Publié le : 20 juin 2017

Sous peu, de nouvelles recommandations françaises devraient « confirmer une modification des critères requis pour bénéficier d’une greffe de foie » : une abstinence de six mois ne sera plus systématiquement exigée avant la transplantation.

 

En 2015, près de 27 % des greffes hépatiques (363) ont été réalisées pour des patients souffrant de cirrhose alcoolique. Ce chiffre est bien plus important si l’on additionne tous les patients (avec cancer, hépatites…) où la maladie alcoolique est présente, estime le professeur Georges-Philippe Pageaux du CHU de Montpellier : « Dans notre pays, plus d’un patient sur deux ayant une transplantation de foie a été un consommateur excessif d’alcool, et c’est le cas de la majorité des malades sur la liste d’attente de greffe ».

 

Un consensus international en vigueur depuis 1997 établissait « qu’un buveur chez qui survenait une hépatite alcoolique aiguë devait afficher au moins six mois d’abstinence pour espérer être inscrit sur la liste d’attente de greffe ». Une mesure qui reflétait « la crainte d’une reprise de la consommation d’alcool après la greffe », mais qui de fait « condamnait » les patients, les trois quarts ne survivant pas plus de six mois. Ce consensus a donc été brisé en 2005. Pour le professeur Philippe Mathurin du CHU de Lille, « on n’a jamais remise en cause la présence d’obèses sur la liste de transplantation, et c’est heureux. Pourquoi le ferait-on pour une maladie comportementale comme l’alcoolisme » ? Dans le même temps, « les donneurs veulent que l’on fasse le meilleur usage possible de leur don, et donc que l’on s’assure qu’il n’y a pas de reprise d’alcool après la greffe.
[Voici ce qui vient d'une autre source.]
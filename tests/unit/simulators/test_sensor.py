"""Sensor faults in the volts domain: unplugged cable, clipping, dropouts, bias step.

The bias step is checked against scipy.signal as the reference implementation: a DC step through the
first-order high-pass of an AC-coupled input (scipy.signal.bilinear of s / (s + w_c), run by
scipy.signal.lfilter) is the transient the input shows; a DC-coupled input keeps the shift.
"""

from __future__ import annotations

import numpy as np
import pytest

from .helpers import renderer_for

FS = 51200.0
DAY = 86400.0
HEALTHY = {"unbalance_mm_s": 1.0, "misalignment_mm_s": 0.3, "blade_pass_mm_s": 0.0, "noise_m_s2": 0.3,
           "speed_drift_pct": 0.2}
G_N = 9.80665  # m/s^2 (3rd CGPM 1901, references.md section 5)


def _renderer(tmp_path, fault: str, value=None, chain=None, **sensor):
    ch = {"start_day": 0.5, "end_day": 0.6, "component": "sensor", "fault": fault}
    if value is not None:
        ch["value"] = value
    s = {"channel": 0, "sensitivity_mv_per_g": 100.0, **sensor}
    return renderer_for(tmp_path, config_kwargs={"points": [{"id": "p1", "bearing": "b1", "sensor": s}]},
                        healthy=HEALTHY, changes=[ch], chain=chain)


DC_COUPLED = {"ac_coupling_hz": 0.0}


def test_volts_are_the_chains_acceleration_times_sensitivity(tmp_path):
    r = _renderer(tmp_path, "disconnected")
    a = r.snapshot_accel(3600.0, 1.0, FS, through_chain=True)["p1"]
    v = r.snapshot(3600.0, 1.0, FS)["p1"]
    # 100 mV/g -> 0.1 / 9.80665 V per m/s^2; the rest is the 20 uV interface floor
    assert np.std(v - a * 0.1 / G_N) == pytest.approx(2e-5, rel=0.05)


def test_disconnected_reads_the_floor(tmp_path):
    r = _renderer(tmp_path, "disconnected")
    v = r.snapshot(0.55 * DAY, 2.0, FS)["p1"]
    assert np.sqrt(np.mean(v ** 2)) == pytest.approx(2e-5, rel=0.05)
    healthy = r.snapshot(0.45 * DAY, 2.0, FS)["p1"]
    assert np.sqrt(np.mean(healthy ** 2)) > 100 * 2e-5
    assert r.severities(0.55 * DAY)["p1"]["sensor:disconnected"] == 0.0


def test_clipping_at_the_input_range(tmp_path):
    r = _renderer(tmp_path, "clipping", 300.0, input_range_v=0.5)
    v = r.snapshot(0.55 * DAY, 2.0, FS)["p1"]
    assert np.max(np.abs(v)) == 0.5
    clipped = np.count_nonzero(np.abs(v) == 0.5) / len(v)
    assert 0.05 < clipped < 0.95
    before = r.snapshot(0.45 * DAY, 2.0, FS)["p1"]
    assert np.max(np.abs(before)) < 0.1


def test_bias_step_on_a_dc_coupled_input_moves_the_mean(tmp_path):
    r = _renderer(tmp_path, "bias_step", 0.08, chain=DC_COUPLED)
    assert np.mean(r.snapshot(0.55 * DAY, 2.0, FS)["p1"]) == pytest.approx(0.08, abs=2e-4)
    assert abs(np.mean(r.snapshot(0.7 * DAY, 2.0, FS)["p1"])) < 2e-4  # repaired at day 0.6


@pytest.mark.parametrize("corner_hz", [0.5, 3.0])
def test_bias_step_on_an_ac_coupled_input_is_a_decaying_transient(tmp_path, corner_hz):
    from scipy import signal

    step_s = 0.5 * DAY
    faulty = _renderer(tmp_path, "bias_step", 0.08, chain={"ac_coupling_hz": corner_hz})
    (tmp_path / "clean").mkdir()
    clean = renderer_for(tmp_path / "clean", healthy=HEALTHY, chain={"ac_coupling_hz": corner_hz},
                         config_kwargs={"points": [{"id": "p1", "bearing": "b1",
                                                    "sensor": {"channel": 0, "sensitivity_mv_per_g": 100.0}}]})
    t0 = step_s - 0.5
    seen = faulty.snapshot(t0, 6.0, FS)["p1"] - clean.snapshot(t0, 6.0, FS)["p1"]
    # reference: the DC step of the sensor's output through the input's first-order high-pass
    wc = 2 * np.pi * corner_hz
    b, a = signal.bilinear([1.0, 0.0], [1.0, wc], fs=FS)
    step = np.where(np.arange(seen.size) >= int(0.5 * FS), 0.08, 0.0)
    expected = signal.lfilter(b, a, step)
    assert np.max(np.abs(seen - expected)) < 1e-3 * 0.08
    assert np.max(seen) == pytest.approx(0.08, rel=1e-3)
    # a few time constants later the input shows nothing of the (lasting) shift
    assert abs(np.mean(faulty.snapshot(0.55 * DAY, 2.0, FS)["p1"])) < 2e-4
    # the return of the bias at the fault's end is the same transient, negative
    back = faulty.snapshot(0.6 * DAY, 1.0, FS)["p1"] - clean.snapshot(0.6 * DAY, 1.0, FS)["p1"]
    assert back[0] == pytest.approx(-0.08, rel=1e-3)


def test_dropouts_are_runs_of_zeros(tmp_path):
    r = _renderer(tmp_path, "dropouts", 0.05)
    v = r.snapshot(0.55 * DAY, 20.0, FS)["p1"]
    zero = v == 0.0
    assert 0.02 < np.mean(zero) < 0.08
    edges = np.flatnonzero(np.diff(zero.astype(int)))
    run_lengths = np.diff(edges)[::2] if zero[edges[0] + 1] else np.diff(edges)[1::2]
    assert np.all(run_lengths >= 0.002 * FS - 1)
    assert np.mean(run_lengths <= 0.020 * FS + 1) > 0.9  # longer ones are overlapping runs merged
    assert np.count_nonzero(r.snapshot(0.45 * DAY, 2.0, FS)["p1"] == 0.0) == 0


def test_fault_edges_within_one_snapshot(tmp_path):
    # a fault starting mid-block applies from its first sample on
    r = _renderer(tmp_path, "bias_step", 0.05, chain=DC_COUPLED)
    start = 0.5 * DAY
    v = r.snapshot(start - 1.0, 2.0, FS)["p1"]
    assert abs(np.mean(v[: int(FS)])) < 1e-3
    assert np.mean(v[int(FS):]) == pytest.approx(0.05, abs=1e-3)


def test_a_fault_active_at_the_end_holds_beyond_it(tmp_path):
    ch = {"start_day": 1.5, "end_day": 9.0, "component": "sensor", "fault": "disconnected"}
    r = renderer_for(tmp_path, healthy=HEALTHY, changes=[ch], duration_days=2.0)
    v = r.snapshot(20 * DAY, 1.0, FS)["p1"]
    assert np.sqrt(np.mean(v ** 2)) == pytest.approx(2e-5, rel=0.05)
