"""Scenario files: every shipped scenario loads; bad files give one-line errors naming file and field."""

from __future__ import annotations

from pathlib import Path

import pytest

from rotorwatch.errors import ConfigError
from rotorwatch.simulators.scenario import load_scenario

from .helpers import write_config, write_scenario

REPO = Path(__file__).resolve().parents[3]
SHIPPED = sorted((REPO / "config" / "scenarios").glob("*.toml"))
REQUIRED = {"demo-outer-race", "healthy", "inner-race", "unbalance", "blade-damage", "sensor-fault"}


def test_the_required_scenarios_are_shipped():
    assert REQUIRED <= {p.stem for p in SHIPPED}


@pytest.mark.parametrize("path", SHIPPED, ids=lambda p: p.stem)
def test_shipped_scenarios_load(path):
    sc = load_scenario(path)
    # each example machine's own scenarios (the shaft, drive, flow and electrical findings' ones are short)
    own = {"slow-fan": ("ct2", "slow-fan.toml"), "pump-": ("rw1", "pump-train.toml"),
           "belt-": ("sf4", "belt-fan.toml"), "gear-": ("gr2", "gearbox.toml")}
    prefix = next((k for k in own if path.stem.startswith(k)), None)
    if prefix is not None:
        assert sc.machine.id == own[prefix][0]
        assert sc.config_path == (REPO / "config" / own[prefix][1]).resolve()
    else:  # the demo fan's month, and its short looseness story
        assert sc.machine.id == "ef3"
        assert sc.config_path == (REPO / "config" / "demo-fan.toml").resolve()
        assert sc.duration_s == pytest.approx((8 if path.stem == "looseness" else 30) * 86400)
    assert path.read_text().lstrip().startswith("#"), "each scenario file starts with a comment saying what it is"


def _problems(tmp_path, **kwargs) -> list[str]:
    cfg = write_config(tmp_path, points=[
        {"id": "p1", "bearing": "b1", "sensor": {"channel": 0, "sensitivity_mv_per_g": 100.0}},
        {"id": "p2", "sensor": {"channel": 1, "sensitivity_mv_per_g": 100.0}},
    ])
    path = write_scenario(tmp_path, kwargs.pop("config", cfg), **kwargs)
    with pytest.raises(ConfigError) as info:
        load_scenario(path)
    problems = info.value.problems
    for line in problems:
        assert "\n" not in line
        assert line.startswith(str(path)), line
    return problems


def _one(tmp_path, **kwargs) -> str:
    problems = _problems(tmp_path, **kwargs)
    assert len(problems) == 1, problems
    return problems[0]


def test_good_file_loads(tmp_path):
    cfg = write_config(tmp_path)
    sc = load_scenario(write_scenario(tmp_path, cfg, changes=[
        {"start_day": 0.5, "end_day": 1.5, "component": "outer_race", "bearing": "b1", "to": 3.0},
    ]))
    assert sc.machine.id == "m1" and len(sc.spec.change) == 1


def test_unknown_key(tmp_path):
    line = _one(tmp_path, extra_header="colour = 3")
    assert "scenario.colour" in line and "unknown key" in line


def test_unknown_key_in_a_change(tmp_path):
    line = _one(tmp_path, changes=[{"start_day": 0, "end_day": 1, "component": "noise", "to": 1.0, "sise": 2}])
    assert "change[0].sise" in line and "unknown key" in line


def test_missing_config_file(tmp_path):
    line = _one(tmp_path, config="nowhere/machine.toml")
    assert "scenario.config = 'nowhere/machine.toml'" in line and "no such file" in line


def test_end_before_start(tmp_path):
    line = _one(tmp_path, changes=[{"start_day": 1.0, "end_day": 0.5, "component": "noise", "to": 1.0}])
    assert "change[0]" in line and "end_day 0.5 must be after start_day 1" in line


def test_unknown_component_lists_the_choices(tmp_path):
    line = _one(tmp_path, changes=[{"start_day": 0, "end_day": 1, "component": "rust", "to": 1.0}])
    assert "change[0].component = 'rust'" in line and "outer_race" in line and "sensor" in line


def test_unknown_bearing(tmp_path):
    line = _one(tmp_path, changes=[{"start_day": 0, "end_day": 1, "component": "inner_race", "bearing": "b9", "to": 1.0}])
    assert "change[0].bearing = 'b9'" in line and "known: b1" in line


def test_unknown_point(tmp_path):
    line = _one(tmp_path, changes=[{"start_day": 0, "end_day": 1, "component": "unbalance", "points": ["p7"], "to": 1.0}])
    assert "change[0].points = ['p7']" in line and "known: p1, p2" in line


def test_bearing_component_needs_a_bearing(tmp_path):
    line = _one(tmp_path, changes=[{"start_day": 0, "end_day": 1, "component": "ball", "to": 1.0}])
    assert "needs bearing" in line


def test_sensor_fault_needs_its_kind(tmp_path):
    line = _one(tmp_path, changes=[{"start_day": 0, "end_day": 1, "component": "sensor"}])
    assert "needs fault" in line and "disconnected" in line


def test_unknown_fault(tmp_path):
    line = _one(tmp_path, changes=[{"start_day": 0, "end_day": 1, "component": "sensor", "fault": "melted"}])
    assert "change[0].fault = 'melted'" in line


def test_overlapping_changes(tmp_path):
    line = _one(tmp_path, changes=[
        {"start_day": 0, "end_day": 1, "component": "unbalance", "to": 2.0},
        {"start_day": 0.5, "end_day": 1.5, "component": "unbalance", "to": 3.0},
    ])
    assert "change[1]: overlaps change[0]" in line


def test_start_after_the_end(tmp_path):
    line = _one(tmp_path, changes=[{"start_day": 5, "component": "noise", "to": 1.0, "shape": "step"}])
    assert "change[0].start_day = 5" in line and "after the scenario's end" in line


def test_step_with_end_day_is_refused(tmp_path):
    line = _one(tmp_path, changes=[{"start_day": 1, "end_day": 1.5, "component": "noise", "to": 1.0, "shape": "step"}])
    assert "end_day is not used" in line


def test_unknown_machine(tmp_path):
    line = _one(tmp_path, extra_header='machine = "m9"')
    assert "scenario.machine = 'm9'" in line and "known: m1" in line


def test_negative_severity(tmp_path):
    line = _one(tmp_path, changes=[{"start_day": 0, "end_day": 1, "component": "noise", "to": -1.0}])
    assert "change[0].to = -1.0" in line


def test_several_problems_one_line_each(tmp_path):
    problems = _problems(tmp_path, changes=[
        {"start_day": 0, "end_day": 1, "component": "inner_race", "bearing": "b9", "to": 1.0},
        {"start_day": 0, "end_day": 1, "component": "unbalance", "points": ["p7"], "to": 1.0},
    ])
    assert len(problems) == 2


def test_toml_syntax_error(tmp_path):
    path = tmp_path / "broken.toml"
    path.write_text("[scenario\nname = 1\n")
    with pytest.raises(ConfigError) as info:
        load_scenario(path)
    assert len(info.value.problems) == 1 and "TOML syntax" in info.value.problems[0]


def test_missing_scenario_file(tmp_path):
    with pytest.raises(ConfigError, match="no such file"):
        load_scenario(tmp_path / "absent.toml")


def test_bad_machine_config_reports_the_config_file(tmp_path):
    bad = tmp_path / "bad-machine.toml"
    bad.write_text("[[machines]]\nid = 'm1'\n")
    path = write_scenario(tmp_path, bad)
    with pytest.raises(ConfigError) as info:
        load_scenario(path)
    assert all(str(bad.resolve()) in line or "bad-machine.toml" in line for line in info.value.problems)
C’est aussi une exigence d’équité entre les malades ». L’équipe de Lille a mené une première étude « enfreignant le dogme des six mois d’abstinence » et « comparant les résultats de la transplantation précoce chez des patients faisant leur première hépatite alcoolique aiguë ». Au résultat, la survie à deux ans est considérablement augmentée, et 23 des 26 patients sont restés abstinents après la greffe. Une nouvelle étude est en cours, dont les résultats intermédiaires semblent similaires. Il est donc « probable que les nouvelles recommandations françaises entérinent le changement lancé à Lille ». Avec une obligation de « suivi addictologique pour évaluer le risque de rechute d’un buveur candidat à la transplantation ».